Stored items
____________________
/* items.csv: every set's record of every item, checked for agreement. */
static vg_status read_items(vg_saved_run *r, vg_error *err) {
    saved_priv *p = r->priv_;
    const vg_csv_table *t = p->items;
    static const char *const names[] = {"vectors", "suite", "item", "task", "word1", "word2",
                                        "word3", "expected", "rating", "status", "cosine", NULL};
    enum { C_SET, C_SUITE, C_ITEM, C_TASK, C_W1, C_W2, C_W3, C_EXP, C_RATING, C_STATUS, C_COS };
    long col[11];
    vg_status st = vg_csv_require(t, names, col, err);
    if (st != VG_OK) return st;
    long mcol[VG_METHOD_COUNT];
    for (int m = 0; m < VG_METHOD_COUNT; m++) mcol[m] = vg_csv_column(t, method_cols[m]);
    long scol = vg_csv_column(t, "subset");
    size_t blocks = r->n_sets * r->n_suites;
    r->cosine = vg_calloc(blocks ? blocks : 1, sizeof *r->cosine);
    r->correct = vg_calloc(blocks ? blocks * VG_METHOD_COUNT : 1, sizeof *r->correct);
    unsigned char **seen = vg_calloc(blocks ? blocks : 1, sizeof *seen);
    if (!r->cosine || !r->correct || !seen) goto oom;
    for (size_t k = 0; k < r->n_suites; k++) {
        vg_saved_suite *s = &r->suites[k];
        size_t n = s->n_items ? s->n_items : 1;
        s->words = vg_calloc(4 * n, sizeof *s->words);
        if (s->task == VG_TASK_SIMILARITY) s->rating = vg_calloc(n, sizeof *s->rating);
        if (!s->words || (s->task == VG_TASK_SIMILARITY && !s->rating)) goto oom;
        if (scol >= 0 && !(s->sections = vg_calloc(n, sizeof *s->sections))) goto oom;
        for (size_t i = 0; i < r->n_sets; i++) {
            size_t b = i * r->n_suites + k;
            if (!(seen[b] = vg_calloc(n, 1))) goto oom;
            if (s->task == VG_TASK_SIMILARITY) {
                if (!(r->cosine[b] = vg_calloc(n, sizeof **r->cosine))) goto oom;
            } else {
                for (int m = 0; m < VG_METHOD_COUNT; m++) {
                    if (mcol[m] < 0) continue;
                    signed char *c = vg_calloc(n, 1);
                    if (!c) goto oom;
                    memset(c, -1, n);
                    r->correct[b * VG_METHOD_COUNT + m] = c;
                }
            }
        }
    }
    for (size_t q = 1; q < t->n_rec; q++) {
        const vg_csv_record *rec = &t->rec[q];
        if (rec->n != t->rec[0].n) {
            st = vg_error_set(err, VG_EFORMAT, t->path, rec->line,
                              "expected %zu fields as in the header, found %zu", t->rec[0].n, rec->n);
            goto done;
        }
        long set = find_label(r, rec->field[col[C_SET]]);
        long k = find_suite(r, rec->field[col[C_SUITE]]);
        if (set < 0 || k < 0) {
            st = vg_error_set(err, VG_EFORMAT, t->path, rec->line,
                              "%s '%s' is not in run.json", set < 0 ? "vector set" : "suite",
                              set < 0 ? rec->field[col[C_SET]] : rec->field[col[C_SUITE]]);
            goto done;
        }
        vg_saved_suite *s = &r->suites[k];
        size_t item;
        if ((st = parse_count(t, rec, col[C_ITEM], &item, err)) != VG_OK) goto done;
        if (item < 1 || item > s->n_items) {
            st = vg_error_set(err, VG_EFORMAT, t->path, rec->line,
                              "item %zu of suite %s: run.json says it has %zu items", item, s->id,
                              s->n_items);
            goto done;
        }
        size_t i = item - 1, b = (size_t)set * r->n_suites + (size_t)k;
        if (strcmp(rec->field[col[C_TASK]], vg_task_name(s->task)) != 0) {
            st = vg_error_set(err, VG_EFORMAT, t->path, rec->line,
                              "task '%s', but suite %s is a %s suite in run.json",
                              rec->field[col[C_TASK]], s->id, vg_task_name(s->task));
            goto done;
        }
        if (seen[b][i]) {
            st = vg_error_set(err, VG_EFORMAT, t->path, rec->line,
                              "item %zu of suite %s appears twice for vector set %s", item, s->id,
                              r->labels[set]);
            goto done;
        }
        seen[b][i] = 1;
        /* The words of an item are the same for every set of the run. */
        const long wc[4] = {col[C_W1], col[C_W2], col[C_W3], col[C_EXP]};
        int first = s->words[4 * i] == NULL;
        if (first && s->sections) s->sections[i] = rec->field[scol];
        for (int w = 0; w < 4; w++) {
            char *f = rec->field[wc[w]];
            if (first) {
                s->words[4 * i + w] = f;
            } else if (strcmp(s->words[4 * i + w], f) != 0) {
                st = vg_error_set(err, VG_EFORMAT, t->path, rec->line,
                                  "item %zu of suite %s has other words than in an earlier row",
                                  item, s->id);
                goto done;
            }
        }
        if (s->task == VG_TASK_SIMILARITY) {
            double rating, cos;
            if ((st = parse_real(t, rec, col[C_RATING], 0, &rating, err)) != VG_OK ||
                (st = parse_real(t, rec, col[C_COS], 1, &cos, err)) != VG_OK)
                goto done;
            if (first) {
                s->rating[i] = rating;
            } else if (s->rating[i] != rating) {
                st = vg_error_set(err, VG_EFORMAT, t->path, rec->line,
                                  "item %zu of suite %s has another rating than in an earlier row",
                                  item, s->id);
                goto done;
            }
            /* Only a scored pair has a cosine (as in the score rows). */
            r->cosine[b][i] = strcmp(rec->field[col[C_STATUS]], "scored") == 0 ? cos : NAN;
        } else {
            for (int m = 0; m < VG_METHOD_COUNT; m++) {
                if (mcol[m] < 0) continue;
                const char *v = rec->field[mcol[m]];
                signed char c = !*v ? -1 : strcmp(v, "1") == 0 ? 1 : strcmp(v, "0") == 0 ? 0 : -2;
                if (c == -2) {
                    st = vg_error_set(err, VG_EVALUE, t->path, rec->line,
                                      "column %s: expected 1, 0 or empty, found '%s'",
                                      method_cols[m], v);
                    goto done;
                }
                r->correct[b * VG_METHOD_COUNT + m][i] = c;
            }
        }
    }
    for (size_t set = 0; set < r->n_sets; set++)
        for (size_t k = 0; k < r->n_suites; k++)
            for (size_t i = 0; i < r->suites[k].n_items; i++)
                if (!seen[set * r->n_suites + k][i]) {
                    st = vg_error_set(err, VG_EFORMAT, t->path, 0,
                                      "no row for item %zu of suite %s, vector set %s: items.csv "
                                      "is incomplete",
                                      i + 1, r->suites[k].id, r->labels[set]);
                    goto done;
                }
    goto done;
oom:
    st = vg_error_set(err, VG_ENOMEM, t->path, 0, "out of memory");
done:
    for (size_t b = 0; seen && b < blocks; b++) vg_free(seen[b]);
    vg_free(seen);
    return st;
}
____________________
### Directions:
Only the lines above from the one with "fields as in" up to and including the one with "if (set < 0" should be repeated, exactly as written.

### Answer below:
                              "expected %zu fields as in the header, found %zu", t->rec[0].n, rec->n);
            goto done;
        }
        long set = find_label(r, rec->field[col[C_SET]]);
        long k = find_suite(r, rec->field[col[C_SUITE]]);
        if (set < 0 || k < 0) {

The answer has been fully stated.